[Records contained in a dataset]

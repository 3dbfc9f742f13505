"""The uncertainty budget of a corrected temperature change (GUM, JCGM 100:2008).

Components, all in kelvin with sensitivity 1 (each is already the effect on the result):

* fore-period drift fit and after-period drift fit: the readings of each period propagated through
  the drift fit into the result (sandwich form, see ``drift``), Type A;
* reading noise in the main period: the noise of the readings between t₀ and tₙ enters
  Regnault–Pfaundler through k·∫T dt, so u = |k|·σ·√Σwᵢ² (trapezoid weights wᵢ), Type A;
* resolution: an end temperature whose period shows fewer than 3 distinct readings is known only to
  a quantisation step q, u = q/√12 per such end (JCGM 100 F.2.2.1), Type B. Where noise larger
  than q dithers the readings, or the drift carries them across several steps, the rounding error
  shows in the fit residuals and so is already in the drift-fit components;
* period boundaries: largest change of the result when the main-period start is moved earlier and
  the after-period start later (see ``reduce_thermogram``), as a rectangular half-width (a/√3);
* method spread: largest difference between the chosen result and the other exact methods that
  apply (rectangular a/√3);
* release still under way when the after-period starts (``Event.tail_K``, rectangular a/√3),
  and, with a moving surroundings temperature (``surroundings``): the exchange constant in the
  T_env term, the surroundings probe's noise and lag, or the fitted room drift, or the spread
  against a drifting room when the data contradict a steady one.
"""

from __future__ import annotations

import math
from collections.abc import Sequence

from heatlog.gum import SQRT3, Budget, Component, quantisation


def resolution_u(step_K: float, noise_K: float, distinct_levels: Sequence[int]) -> float:
    """q/√12 for each end whose period holds fewer than 3 distinct readings (see module doc)."""
    if step_K <= 0 or noise_K > step_K:
        return 0.0
    flat_ends = sum(1 for n in distinct_levels if n < 3)
    return math.sqrt(flat_ends) * quantisation(step_K)


def delta_t_budget(
    *,
    value: float,
    u_fore: float,
    u_after: float,
    dof_fore: float,
    dof_after: float,
    u_noise: float,
    u_resolution: float,
    boundary_spread: float,
    method_spread: float,
    method: str,
    extra: Sequence[Component] = (),
    more: Sequence[Component] = (),
) -> Budget:
    """The ΔT budget. ``extra`` replaces the drift rows (a whole-curve fit); ``more`` adds rows
    (surroundings model, unfinished release) to any method."""

    def row(name: str, u: float, dof: float, evaluation: str, note: str) -> Component:
        return Component(name, 0.0, u, 1.0, "K", dof, evaluation, note)

    drift_rows = [
        row(
            "fore-period drift fit",
            u_fore,
            dof_fore,
            "A",
            "fore-period readings through the drift fit",
        ),
        row(
            "after-period drift fit",
            u_after,
            dof_after,
            "A",
            "after-period readings through the drift fit",
        ),
        row(
            "main-period reading noise", u_noise, math.inf, "A", "k·σ·√Σw² of the exchange integral"
        ),
    ]
    if extra:  # a whole-curve fit already holds the drift periods and the main-period noise
        drift_rows = []
    comps = [
        *drift_rows,
        row("resolution", u_resolution, math.inf, "B", "q/√12 per flat end (JCGM 100 F.2.2.1)"),
        row(
            "period boundaries",
            boundary_spread / SQRT3,
            math.inf,
            "B",
            "largest change with moved boundaries, rectangular",
        ),
        row(
            "method spread",
            method_spread / SQRT3,
            math.inf,
            "B",
            "largest difference to other applicable methods, rectangular",
        ),
        *extra,
        *more,
    ]
    return Budget(f"corrected temperature change ({method})", value, "K", tuple(comps))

◆ **Problem statement**: Scan the lines above for "(GUM, JCGM 100:2008)." and for "moved earlier and". Repeat exactly the line holding each of them and every line in between.

◆ **Answer to this problem**:
"""The uncertainty budget of a corrected temperature change (GUM, JCGM 100:2008).

Components, all in kelvin with sensitivity 1 (each is already the effect on the result):

* fore-period drift fit and after-period drift fit: the readings of each period propagated through
  the drift fit into the result (sandwich form, see ``drift``), Type A;
* reading noise in the main period: the noise of the readings between t₀ and tₙ enters
  Regnault–Pfaundler through k·∫T dt, so u = |k|·σ·√Σwᵢ² (trapezoid weights wᵢ), Type A;
* resolution: an end temperature whose period shows fewer than 3 distinct readings is known only to
  a quantisation step q, u = q/√12 per such end (JCGM 100 F.2.2.1), Type B. Where noise larger
  than q dithers the readings, or the drift carries them across several steps, the rounding error
  shows in the fit residuals and so is already in the drift-fit components;
* period boundaries: largest change of the result when the main-period start is moved earlier and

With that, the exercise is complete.